Saved entries
----------------

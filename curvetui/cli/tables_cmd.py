"""``curvetui tables``: list the design tables loaded, with their sources."""

from __future__ import annotations

from rich.table import Table

from curvetui.cli.common import console, print_caution, print_json
from curvetui.tables import road_tables, user_table_dirs


def add_parser(sub) -> None:
    p = sub.add_parser("tables", help="list the design tables loaded, with their sources")
    p.add_argument("--json", action="store_true", help="print JSON")
    p.set_defaults(run=run)


def run(args) -> int:
    tables = road_tables()
    rows = [
        {
            "name": t.name,
            "kind": "road",
            "units": t.units,
            "title": t.title,
            "source": t.source,
            "distribution": t.distribution,
            "speeds": [float(t.speeds[0]), float(t.speeds[-1])],
            "file": t.path,
        }
        for t in tables.values()
    ]
    if args.json:
        print_json(rows)
        return 0
    out = console()
    grid = Table(title="Design tables loaded")
    for col in ("Name", "Kind", "Units", "Speeds", "Distribution", "Source"):
        grid.add_column(col, overflow="fold")
    for r in rows:
        unit = "km/h" if r["units"] == "metric" else "mph"
        grid.add_row(
            r["name"],
            r["kind"],
            r["units"],
            f"{r['speeds'][0]:g}-{r['speeds'][1]:g} {unit}",
            r["distribution"],
            r["source"],
        )
    out.print(grid)
    out.print(
        "User tables are read from: " + ", ".join(str(d) for d in user_table_dirs()), markup=False
    )
    print_caution(out)
    return 0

----------------

→ **PROBLEM**
Reproduce each line above without any alteration.

→ **RESULT OF THE EXERCISE**
filename curvetui/cli/tables_cmd.py
"""``curvetui tables``: list the design tables loaded, with their sources."""

from __future__ import annotations

from rich.table import Table

from curvetui.cli.common import console, print_caution, print_json
from curvetui.tables import road_tables, user_table_dirs


def add_parser(sub) -> None:
    p = sub.add_parser("tables", help="list the design tables loaded, with their sources")
    p.add_argument("--json", action="store_true", help="print JSON")
    p.set_defaults(run=run)


def run(args) -> int:
    tables = road_tables()
    rows = [
        {
            "name": t.name,
            "kind": "road",
            "units": t.units,
            "title": t.title,
            "source": t.source,
            "distribution": t.distribution,
            "speeds": [float(t.speeds[0]), float(t.speeds[-1])],
            "file": t.path,
        }
        for t in tables.values()
    ]
    if args.json:
        print_json(rows)
        return 0
    out = console()
    grid = Table(title="Design tables loaded")
    for col in ("Name", "Kind", "Units", "Speeds", "Distribution", "Source"):
        grid.add_column(col, overflow="fold")
    for r in rows:
        unit = "km/h" if r["units"] == "metric" else "mph"
        grid.add_row(
            r["name"],
            r["kind"],
            r["units"],
            f"{r['speeds'][0]:g}-{r['speeds'][1]:g} {unit}",
            r["distribution"],
            r["source"],
        )
    out.print(grid)
    out.print(
        "User tables are read from: " + ", ".join(str(d) for d in user_table_dirs()), markup=False
    )
    print_caution(out)
    return 0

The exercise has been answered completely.